Spagnuolo se sigue resistiendo al peritaje de voz en la causa ANDIS por corrupción
Policiales20/06/2026
REDACCIÓNEl fiscal Picardi rechazó frenar el análisis de audios y propuso usar entrevistas públicas ante la negativa del exfuncionario a aportar su voz.

El peritaje de los audios quedó convertido en una disputa central dentro de la causa ANDIS, donde la Justicia investiga una presunta trama de corrupción en la Agencia Nacional de Discapacidad. El exdirector del organismo, Diego Spagnuolo, se niega a aportar una muestra de voz para compararla con las grabaciones incorporadas al expediente. Frente a esa negativa, el fiscal federal Franco Picardi pidió rechazar el planteo defensivo y propuso avanzar con otro camino: usar entrevistas públicas del exfuncionario como material de cotejo.
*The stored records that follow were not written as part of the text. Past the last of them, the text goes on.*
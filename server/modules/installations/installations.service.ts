import crypto from 'node:crypto';
import { In, type EntityManager } from 'typeorm';
import type { AppAbility } from '../../../shared/abilities';
import { coverageDate, versionInForce } from '../../../shared/catalogue/policy-version';
import {
  installationSchemas,
  latestInstallDate,
  type ImportRequest,
  type ImportResult,
  type ImportRowError,
  type InstallationListQuery,
  type InstallationValues,
  type UpdateInstallationInput,
} from '../../../shared/schemas/catalogue';
import type { AppDataSource } from '../../db/data-source';
import { insertMany, sentInOrder } from '../../db/insert-many';
import { hydrate, hydrateJson, jsonArrayOf, jsonObjectOf, selectColumns } from '../../db/hydrate';
import { Conditions, readPageWithTotal, readRows } from '../../db/read';
import { Organization } from '../../db/entities/organization.entity';
import { WarrantyPolicy } from '../../db/entities/warranty-policy.entity';
import { InstallationUnit } from '../../db/entities/installation-unit.entity';
import { Installation } from '../../db/entities/installation.entity';
import { PolicyModel } from '../../db/entities/policy-model.entity';
import { ProductModel } from '../../db/entities/product-model.entity';
import { WarrantyPolicyVersion } from '../../db/entities/warranty-policy-version.entity';
import { recordAudit, recordAuditMany, type Actor } from '../../lib/audit';
import {
  coerceRow,
  issuesToRowErrors,
  fileBlocked,
  importResult,
  parseCsvRows,
  tooManyRows,
  csvColumns,
  type ImportProgress,
} from '../../lib/csv-import';
import { clock } from '../../lib/clock';
import { AppError, conflict } from '../../lib/errors';
import { changedFields } from '../../lib/history';
import { likeContains, parseSort } from '../../lib/pagination';
import { scopeConditions } from '../../lib/tenant-scope';
import { installationAuditView, type InstallationListRow } from './installations.presenter';

const SORTS = {
  installDate: 'i.install_date',
  siteName: 'i.site_name',
  quantity: 'i.quantity',
  createdAt: 'i.created_at',
};

/** What an installations-list row reads, each under its table alias, an underscore and its column. */
const LIST_COLUMNS = [
  ...[
    'id',
    'contractor_id',
    'manufacturer_id',
    'product_model_id',
    'site_name',
    'site_address',
    'site_city',
    'site_region',
    'site_postal_code',
    'quantity',
    'install_date',
    'purchase_date',
    'distributor',
    'invoice_number',
    'lot',
    'location',
    'enclosure',
    'dimmer',
    'nominal_supply_volts',
    'hours_per_day',
    'ambient_c',
    'created_at',
    'updated_at',
    'version',
  ].map((col) => `i.${col} AS i_${col}`),
  'c.name AS c_name',
  'm.name AS m_name',
  'p.model_number AS p_model_number',
  'p.name AS p_name',
  'p.family AS p_family',
  'v.id AS v_id',
  'v.policy_id AS v_policy_id',
  'v.version_number AS v_version_number',
  'v.effective_from AS v_effective_from',
  'pol.name AS pol_name',
].join(', ');

/** An installations-list row as the page query returns it. */
type RawListRow = {
  i_id: string;
  i_contractor_id: string;
  i_manufacturer_id: string;
  i_product_model_id: string;
  i_site_name: string;
  i_site_address: string;
  i_site_city: string;
  i_site_region: string;
  i_site_postal_code: string;
  i_quantity: number;
  i_install_date: Date | string;
  i_purchase_date: Date | string | null;
  i_distributor: string | null;
  i_invoice_number: string | null;
  i_lot: string | null;
  i_location: Installation['location'];
  i_enclosure: Installation['enclosure'];
  i_dimmer: Installation['dimmer'];
  i_nominal_supply_volts: number;
  i_hours_per_day: number;
  i_ambient_c: number;
  i_created_at: Date;
  i_updated_at: Date;
  i_version: number;
  c_name: string | null;
  m_name: string | null;
  p_model_number: string;
  p_name: string;
  p_family: ProductModel['family'];
  v_id: string | null;
  v_policy_id: string;
  v_version_number: number;
  v_effective_from: Date | string;
  pol_name: string | null;
  /** COUNT(*): a BIGINT, so a string (bigNumberStrings). */
  serial_count: string | number;
};

// A DATE column arrives as a Date at UTC midnight (timezone 'Z'), as the entity's string would read it.
function dateOnly(v: Date | string): string;
function dateOnly(v: Date | string | null): string | null;
function dateOnly(v: Date | string | null) {
  return v === null ? null : typeof v === 'string' ? v.slice(0, 10) : v.toISOString().slice(0, 10);
}

function listRowOf(r: RawListRow): InstallationListRow {
  return {
    id: r.i_id,
    contractorId: r.i_contractor_id,
    manufacturerId: r.i_manufacturer_id,
    productModelId: r.i_product_model_id,
    siteName: r.i_site_name,
    siteAddress: r.i_site_address,
    siteCity: r.i_site_city,
    siteRegion: r.i_site_region,
    sitePostalCode: r.i_site_postal_code,
    quantity: r.i_quantity,
    installDate: dateOnly(r.i_install_date),
    purchaseDate: dateOnly(r.i_purchase_date),
    distributor: r.i_distributor,
    invoiceNumber: r.i_invoice_number,
    lot: r.i_lot,
    location: r.i_location,
    enclosure: r.i_enclosure,
    dimmer: r.i_dimmer,
    nominalSupplyVolts: r.i_nominal_supply_volts,
    hoursPerDay: r.i_hours_per_day,
    ambientC: r.i_ambient_c,
    createdAt: r.i_created_at,
    updatedAt: r.i_updated_at,
    version: r.i_version,
    contractor: r.c_name === null ? null : { name: r.c_name },
    manufacturer: r.m_name === null ? null : { name: r.m_name },
    productModel: { modelNumber: r.p_model_number, name: r.p_name, family: r.p_family },
    policyVersion:
      r.v_id === null
        ? null
        : {
            id: r.v_id,
            policyId: r.v_policy_id,
            versionNumber: r.v_version_number,
            effectiveFrom: dateOnly(r.v_effective_from),
            policy: r.pol_name === null ? null : { name: r.pol_name },
          },
    serialCount: Number(r.serial_count),
  };
}

export const INSTALLATION_COLUMNS = csvColumns([
  ['manufacturer', 'string', 'optional', 'Aldercrest Lighting'],
  ['model_number', 'string', 'required', 'AC-HB150-D'],
  ['site_name', 'string', 'required', 'Dockside cold store, bay 4'],
  ['site_address', 'string', 'required', '18 Wharf Road'],
  ['site_city', 'string', 'required', 'Port Elliot'],
  ['site_region', 'string', 'required', 'WA'],
  ['site_postal_code', 'string', 'required', '98101'],
  ['quantity', 'number', 'required', '2'],
  ['serials', 'list', 'optional', 'AC2401-0001; AC2401-0002'],
  ['install_date', 'string', 'required', '2024-03-18'],
  ['purchase_date', 'string', 'optional', '2024-02-27'],
  ['distributor', 'string', 'optional', 'Northgate Electrical Supply'],
  ['invoice_number', 'string', 'optional', 'INV-20417'],
  ['lot', 'string', 'optional', 'AC2401'],
  ['location', 'string', 'required', 'damp'],
  ['enclosure', 'string', 'required', 'open'],
  ['dimmer', 'string', 'required', 'none'],
  ['nominal_supply_volts', 'number', 'required', '277'],
  ['hours_per_day', 'number', 'required', '16'],
  ['ambient_c', 'number', 'required', '25'],
]);

/** The payload schemas as of the server's clock: an install date after today (anywhere) is refused. */
export const installationSchemasNow = () => installationSchemas(latestInstallDate(clock.now()));

function dupError(serials: string[]) {
  const list =
    serials.slice(0, 20).join(', ') + (serials.length > 20 ? ` and ${serials.length - 20} more` : '');
  const err = conflict(
    'installation.duplicate_serial',
    `Already registered for this model: ${list}. A serial number or date code is registered once per model.`,
  );
  err.details = [{ path: 'serials', message: `Already registered: ${list}.` }];
  return err;
}
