import { Router } from 'express';
import { normalizeAmount, toDecimal } from '../../../shared/credits/money';
import {
  organizationSettingsSchema,
  type OrganizationSettingsDto,
} from '../../../shared/schemas/organizations';
import type { AppContext } from '../../context';
import { Organization } from '../../db/entities/organization.entity';
import { actorFromRequest, recordAudit } from '../../lib/audit';
import { authorize, requireUser } from '../../middleware/auth';
import { parseBody } from '../../middleware/validate';

function present(o: Organization): OrganizationSettingsDto {
  return {
    id: o.id,
    name: o.name,
    kind: o.kind,
    creditSecondApprovalAbove:
      o.creditSecondApprovalAbove === null ? null : normalizeAmount(toDecimal(o.creditSecondApprovalAbove)),
  };
}

/** The signed-in user's own organisation and its settings (the second-approval amount for credits). */
export function organizationsRouter(ctx: AppContext) {
  const r = Router();
  r.use(requireUser);

  r.get('/current', async (req, res) => {
    const org = await ctx.ds.getRepository(Organization).findOneBy({ id: req.user!.organizationId });
    authorize(req, 'read', 'Organization', org, 'organisation');
    res.json({ organization: present(org!) });
  });

  r.patch('/current', async (req, res) => {
    const input = parseBody(organizationSettingsSchema, req);
    const org = await ctx.ds.getRepository(Organization).findOneBy({ id: req.user!.organizationId });
    authorize(req, 'update', 'Organization', org, 'organisation');
    const next =
      input.creditSecondApprovalAbove === null
        ? null
        : normalizeAmount(toDecimal(input.creditSecondApprovalAbove));
    const saved = await ctx.ds.transaction(async (m) => {
      const before = present(org!);
      await m.update(Organization, { id: org!.id }, { creditSecondApprovalAbove: next });
      const after = await m.findOneByOrFail(Organization, { id: org!.id });
      await recordAudit(m, actorFromRequest(req), {
        action: 'organization.settings_changed',
        entityType: 'Organization',
        entityId: org!.id,
        before: { creditSecondApprovalAbove: before.creditSecondApprovalAbove },
        after: { creditSecondApprovalAbove: present(after).creditSecondApprovalAbove },
      });
      return after;
    });
    res.json({ organization: present(saved) });
  });

  return r;
}
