import type { DataSource } from 'typeorm';
import { normalizeAmount, toDecimal } from '../../../shared/credits/money';
import type { UpdateOrganizationInput } from '../../../shared/schemas/organizations';
import type { OrganizationSecurityInput } from '../../../shared/schemas/security';
import { Organization } from '../../db/entities/organization.entity';
import { recordAudit, type Actor } from '../../lib/audit';
import { forbidden } from '../../lib/errors';
import { presentOrganization } from './organizations.presenter';

const dateView = (o: Organization) => ({ timeZone: o.timeZone, locale: o.locale });
const creditView = (o: Organization) => ({
  creditSecondApprovalAbove: presentOrganization(o).creditSecondApprovalAbove,
});

export function createOrganizationsService(ds: DataSource) {
  return {
    findById: (id: string) => ds.getRepository(Organization).findOneBy({ id }),

    /**
     * Changes the organisation's settings in one transaction, each kind audited under its own action: the
     * dates' zone and locale (organization.updated), the credit second approval (organization.settings_changed).
     */
    async update(org: Organization, input: UpdateOrganizationInput, actor: Actor) {
      // The second-approval amount guards a manufacturer's credits; a contractor issues none. (A contractor's
      // administrator may still change the zone and locale.) Refused before anything is written.
      if (input.creditSecondApprovalAbove !== undefined && org.kind !== 'manufacturer')
        throw forbidden('Only a manufacturer sets a second approval for credits.');
      return ds.transaction(async (m) => {
        const patch: Partial<Organization> = {};
        if (input.timeZone !== undefined) patch.timeZone = input.timeZone;
        if (input.locale !== undefined) patch.locale = input.locale;
        if (input.creditSecondApprovalAbove !== undefined)
          patch.creditSecondApprovalAbove =
            input.creditSecondApprovalAbove === null
              ? null
              : normalizeAmount(toDecimal(input.creditSecondApprovalAbove));
        await m.update(Organization, { id: org.id }, patch);
        const after = await m.findOneByOrFail(Organization, { id: org.id });
        const common = { entityType: 'Organization', entityId: org.id } as const;
        if (input.timeZone !== undefined || input.locale !== undefined)
          await recordAudit(m, actor, {
            ...common,
            action: 'organization.updated',
            before: dateView(org),
            after: dateView(after),
          });
        if (input.creditSecondApprovalAbove !== undefined)
          await recordAudit(m, actor, {
            ...common,
            action: 'organization.settings_changed',
            before: creditView(org),
            after: creditView(after),
          });
        return after;
      });
    },

    /** Whether every member needs a second factor; audited only when it changes. */
    async setSecurity(id: string, input: OrganizationSecurityInput, actor: Actor) {
      return ds.transaction(async (m) => {
        const before = await m.findOneOrFail(Organization, {
          where: { id },
          lock: { mode: 'pessimistic_write' },
        });
        if (before.requireSecondFactor !== input.requireSecondFactor) {
          await m.update(Organization, { id }, { requireSecondFactor: input.requireSecondFactor });
          await recordAudit(m, actor, {
            action: 'organization.second_factor_policy_changed',
            entityType: 'Organization',
            entityId: id,
            organizationId: id,
            before: { requireSecondFactor: before.requireSecondFactor },
            after: { requireSecondFactor: input.requireSecondFactor },
          });
        }
        return m.findOneByOrFail(Organization, { id });
      });
    },
  };
}
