Privacy: Great Expectations runs with `exclude_unexpected_values` and no partial lists or index
queries, so its results hold counts and row positions only; positions are turned into row keys
for the rejects table (which is internal, like the loader's), never for the report or logs.

Local choices are documented in docs/quality.md. "Common practice" ranges are physiological
plausibility limits, deliberately wider than any clinical reference interval.
"""
from __future__ import annotations

import copy
import html
import json
import logging
import warnings
from dataclasses import dataclass, field, replace
from pathlib import Path
from typing import Mapping

import numpy as np
import pandas as pd

from cardiosieve.pipeline import contract as c
from cardiosieve.pipeline.config import Settings
from cardiosieve.pipeline.errors import BadInputError
from cardiosieve.pipeline.files import write_text_atomic
from cardiosieve.pipeline.frames import isin
from cardiosieve.pipeline.jsontext import plain
from cardiosieve.pipeline.normalise import FILE_COLUMN

log = logging.getLogger(__name__)

CRITICAL, WARNING = "critical", "warning"
REJECT, FLAG = "reject", "flag"          # what happens to a failing row
OWN, BOTH = "own", "both"                # run_quality's evaluators
SCOPE = "night"
REASON_PREFIX = "quality:"
CHECK_COLUMNS = ["check", "table", "column", "severity", "rows_checked", "rows_failed", "pct_failed",
                 "passed", "expectation", "critical_above_pct", "reason", "detail"]
FLAG_COLUMNS = ["table", "row_key", "check", "severity"]

# GE result format: counts and row positions only. COMPLETE is needed for the full list of
# failing positions; exclude_unexpected_values drops the values themselves, partial lists are
# off and no index query (which would name the rows' keys) is built.
NO_VALUES = {"result_format": "COMPLETE", "exclude_unexpected_values": True,
             "partial_unexpected_count": 0, "return_unexpected_index_query": False}
# The only result keys kept from GE: counts. Anything else (observed values, lists) is dropped.
_KEPT_RESULT_KEYS = ("element_count", "unexpected_count", "unexpected_percent", "missing_count")

# Plausible ranges (common practice, physiology; wider than reference intervals, narrower than
# the contract's impossible bounds). A value outside is possible in principle but far more often
# a measurement or unit error, so the row is kept out of screening and listed as a reject.
ECG_RANGES = {                     # column: (low, high), inclusive
    "heart_rate_bpm": (20.0, 300.0),
    "rr_ms": (200.0, 3000.0),      # 60 000 / 300 and 60 000 / 20: the heart-rate range in RR
    "pr_ms": (60.0, 500.0),
    "qrs_ms": (40.0, 250.0),
    "qt_ms": (200.0, 700.0),
}
LAB_RANGES = {                     # analyte: (low, high) in the analyte's canonical unit
    "potassium": (1.5, 10.0),      # mmol/L
    "magnesium": (0.2, 3.0),       # mmol/L
    "calcium": (1.0, 4.0),         # mmol/L, total calcium
}
# Lead amplitudes (local choice, generous; uV, 1 mm = 100 uV at standard calibration): beyond
# these a single-lead measurement is almost surely an artefact or a mis-declared unit.
LEAD_RANGES = {
    "p_amp_uv": (-1000.0, 1000.0),
    "r_amp_uv": (0.0, 7000.0),
    "s_amp_uv": (-7000.0, 0.0),
    "st_j_uv": (-2000.0, 2000.0),
    "t_amp_uv": (-3000.0, 3000.0),
}


class QualityGateError(BadInputError):
    """A critical quality check failed; the message names tables, checks and counts only."""

    def __init__(self, failures: list[str]):
        self.failures = list(failures)
        super().__init__("quality gate stopped the run: " + "; ".join(self.failures))


@dataclass(frozen=True)
class QualitySettings:
    """Tunables of the gate. `site` supplies the analyte codes, troponin assays and windows."""
    site: Settings = field(default_factory=Settings)
    critical_above_pct: float = 5.0                    # local choice, see module docstring
    # per-check override of the critical limit; None makes a check warning-only
    critical_above_pct_by_check: Mapping[str, float | None] = field(default_factory=dict)
    future_tolerance: pd.Timedelta = pd.Timedelta(minutes=15)   # clock skew between devices
    event_floor: pd.Timestamp = pd.Timestamp("1990-01-01", tz="UTC")   # local choice: older
    birth_floor: pd.Timestamp = pd.Timestamp("1900-01-01", tz="UTC")   # rows are date errors
    ecg_ranges: Mapping[str, tuple[float, float]] = field(default_factory=lambda: dict(ECG_RANGES))
    lab_ranges: Mapping[str, tuple[float, float]] = field(default_factory=lambda: dict(LAB_RANGES))
    lead_ranges: Mapping[str, tuple[float, float]] = field(default_factory=lambda: dict(LEAD_RANGES))
    # Row-count band (local choice on Iglewicz & Hoaglin's modified z-score, |z| > 3.5 is an
    # outlier; from memory): band = median +- max(3.5 / 0.6745 * MAD, min_rel * median, min_abs).
    row_count_min_nights: int = 5
    row_count_max_nights: int = 28
    row_count_z: float = 3.5
    row_count_min_rel: float = 0.25
    row_count_min_abs: float = 5.0
    # The contract's rejects of tonight's ECGs and labs follow the 5 % rule too, on tables of at
    # least this many rows (local choice; smaller nights get a warning): an export that lost
    # every patient id is rejected row by row by the contract, and must not pass as a quiet night.
    contract_rejects_min_rows: int = 20


@dataclass(frozen=True)
class Check:
    """One quality check: a GE expectation (`expectation`, `kwargs`) or a pandas computation."""
    name: str
    table: str
    column: str
    reason: str
    expectation: str                 # GE class name, or "pandas"
    kwargs: Mapping = field(default_factory=dict)
    action: str = REJECT
    critical_above_pct: float | None = 5.0


@dataclass
class QualityResult:
    clean: dict[str, pd.DataFrame]
    rejects: pd.DataFrame            # contract.REJECT_COLUMNS, reason "quality:<check>"
    checks: pd.DataFrame             # CHECK_COLUMNS, one row per check and table
    critical_failures: list[str]     # one line each: table, check, expectation, counts
    flagged: pd.DataFrame = field(default_factory=lambda: pd.DataFrame(columns=FLAG_COLUMNS))
    ge_results: list[dict] = field(default_factory=list)   # counts only, for audit
    rows_in: dict[str, int] = field(default_factory=dict)  # rows per checked table before the gate
    run_end: pd.Timestamp | None = None

    @property
    def passed(self) -> bool:
        return not self.critical_failures


# ---------------------------------------------------------------------------------------------
# The catalogue

def _as_settings(settings) -> QualitySettings:
    if settings is None:
        return QualitySettings()
    if isinstance(settings, QualitySettings):
        return settings
    if isinstance(settings, Settings):
        return QualitySettings(site=settings)
    if isinstance(settings, Mapping):
        return replace(QualitySettings(), **settings)
    raise TypeError("settings must be QualitySettings, pipeline.config.Settings, a dict or None")


def _only_where(column: str, values) -> dict:
    """Limit an expectation to rows whose `column` is in `values` (codes from the site config,
    never row data); turned into a GE row condition when the expectation is built."""
    return {"only_where": (column, tuple(sorted(values)))}


def build_checks(qs: QualitySettings, run_end: pd.Timestamp) -> dict[str, list[Check]]:
    """Every check by table. Bounds that depend on the run are fixed here from `run_end`."""
    E = "ExpectColumnValuesToBeBetween"
    not_after = run_end + qs.future_tolerance
    # Labs are loaded up to lab_after_h past the last ECG, so "future" starts there for them.
    lab_not_after = not_after + pd.Timedelta(hours=qs.site.windows.get("lab_after_h", 6.0))
    out: dict[str, list[Check]] = {}

    def times(table, column, upper, floor):
        return [Check(f"{table}_{column}_not_future", table, column, f"{column} after the run's end",
                      E, {"column": column, "max_value": upper}),
                Check(f"{table}_{column}_after_floor", table, column,
                      f"{column} before {floor:%Y-%m-%d}", E, {"column": column, "min_value": floor})]

    def ranges(table, spec, unit_of):
        return [Check(f"{table}_{col}_plausible", table, col,
                      f"{col} outside {lo:g}-{hi:g} {unit_of(col)}", E,
                      {"column": col, "min_value": lo, "max_value": hi})
                for col, (lo, hi) in spec.items()]

    out["ecg"] = [
        *times("ecg", "acquired_at", not_after, qs.event_floor),
        *ranges("ecg", qs.ecg_ranges, lambda col: c.ECG.column(col).unit),
        # QT runs from QRS onset to T end, so it must be longer than the QRS (common practice).
        Check("ecg_qt_longer_than_qrs", "ecg", "qt_ms,qrs_ms", "qt_ms not longer than qrs_ms",
              "ExpectColumnPairValuesAToBeGreaterThanB",
              {"column_A": "qt_ms", "column_B": "qrs_ms", "or_equal": False,
               "ignore_row_if": "either_value_is_missing"}),
        Check("ecg_standard_leads_complete", "ecg", "lead", "ECG lacks one of the 12 standard lead rows",
              "pandas", action=FLAG),
    ]
    out["ecg_lead"] = [*ranges("ecg_lead", qs.lead_ranges, lambda col: "uV")]

    codes = {name: set(v) for name, v in qs.site.analytes.items()}
    lab = []
    for name, (lo, hi) in qs.lab_ranges.items():
        if codes.get(name):
            unit = c.ANALYTE_UNITS[name][0]
            lab.append(Check(f"lab_{name}_plausible", "lab", "value", f"{name} outside {lo:g}-{hi:g} {unit}", E,
                             {"column": "value", "min_value": lo, "max_value": hi,
                              **_only_where("analyte", codes[name])}))
    lab += [
        *times("lab", "collected_at", lab_not_after, qs.event_floor),
        # resulted_at has no "future" check: on a rerun, results of labs collected inside the
        # window may legitimately post-date the run's end; its order is checked instead.
        Check("lab_resulted_not_before_collected", "lab", "resulted_at,collected_at",
              "resulted_at before collected_at", "ExpectColumnPairValuesAToBeGreaterThanB",
              {"column_A": "resulted_at", "column_B": "collected_at", "or_equal": True,
               "ignore_row_if": "either_value_is_missing"}),
    ]
    out["lab"] = lab
    out["patient"] = [*times("patient", "birth_date", not_after, qs.birth_floor)]
    out["medication"] = [*times("medication", "administered_at", not_after, qs.event_floor)]
    for checks in out.values():
        for i, chk in enumerate(checks):
            if chk.name in qs.critical_above_pct_by_check:
                checks[i] = replace(chk, critical_above_pct=qs.critical_above_pct_by_check[chk.name])
            elif chk.critical_above_pct is not None:
                checks[i] = replace(chk, critical_above_pct=qs.critical_above_pct)
    return out


def contract_rejects_check(table: str, qs: QualitySettings, rows_in: int) -> Check:
    """The contract owns ids, keys, units, lead names and impossible values (docs/quality.md);
    the gate sees how many rows it rejected, and stops a night where that is too many."""
    limit = qs.critical_above_pct if rows_in >= qs.contract_rejects_min_rows else None
    limit = qs.critical_above_pct_by_check.get(f"{table}_contract_rejects", limit)
    return Check(f"{table}_contract_rejects", table, "", "the contract rejected too many of tonight's rows: "
                 "an export or column-mapping fault", "contract", critical_above_pct=limit)


def evaluators_agree_check(table: str) -> Check:
    """Critical at the first disagreement: the rows the run acted on would not be the gate's."""
    return Check(f"{table}_evaluators_agree", table, "", "Great Expectations and the row checks disagree: "
                 "an internal fault, report it", "pandas", critical_above_pct=0.0)


def row_count_check(table: str) -> Check:
    return Check(f"{table}_row_count_in_band", table, "", "row count outside the trailing nights' band",
                 "pandas", critical_above_pct=None)


# ---------------------------------------------------------------------------------------------
# Running
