"""Invented lakes for cardiosieve: a seeded, vectorised generator of ECG, lab, patient and
medication tables in the lake layout the loader reads, with planted cases and planted bad rows.

Everything here is invented: the hospital ("Fernhallow General Infirmary"), its patients, their
ECGs and results. No row comes from or describes a real person. The same seed gives
byte-identical Parquet files (no creation times are written; the writer's version string is
the only environment-dependent metadata).

Layout written under OUT (hive partitions by the UTC date of each row's main timestamp):
    ecg/date=YYYY-MM-DD/part-0.parquet        one row per ECG (acquired_at)
    ecg_lead/date=YYYY-MM-DD/part-0.parquet   12 standard leads per ECG, a few V3R/V4R/V7-V9
    lab/date=YYYY-MM-DD/part-0.parquet        results (collected_at)
    medication/date=YYYY-MM-DD/part-0.parquet administrations (administered_at)
    patient/part-0.parquet                    one row per patient
    site.toml                                 the invented site's config
    _planted.csv                              ground truth: planted cases and planted bad rows

Normal values follow the project's sheet of published criteria (practice values: HR, PR, QRS,
QTc by Fridericia, limb and precordial T, ST at J, Sokolow-Lyon); planted abnormal values follow
the published cut points named there (UKKA-2020 potassium bands, AHA-2009-IV and AHA-2010-TDP
QTc limits, Fourth Universal Definition of MI ST cut points, Sgarbossa/Smith for LBBB).

Usage: python -m cardiosieve.pipeline.samplegen --out DIR [--patients N] [--days D] [--seed S] [--end DATE]
"""
from __future__ import annotations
La decisión final quedará en manos del juez Ariel Lijo, que debe resolver si el estudio técnico continúa sin la colaboración directa del imputado.
La discusión no gira únicamente alrededor de una grabación, sino sobre el valor que tendrá una prueba técnica en una causa de alto impacto político y judicial. Los audios atribuidos a Spagnuolo mencionan presuntas coimas dentro de la ANDIS, aunque las defensas cuestionan su origen, su autenticidad y su posible edición. El 30 de abril, Lijo ordenó peritar ese material para esclarecer origen y veracidad, una medida que también reclamaban defensas del exfuncionario, de la droguería Suizo Argentina y del lobista Miguel Ángel Calvete. Picardi sostuvo que el análisis debe hacerse con “material indubitado”, es decir, con muestras de voz confiables para comparar. Allí apareció el choque: Spagnuolo no acepta ser grabado para ese fin.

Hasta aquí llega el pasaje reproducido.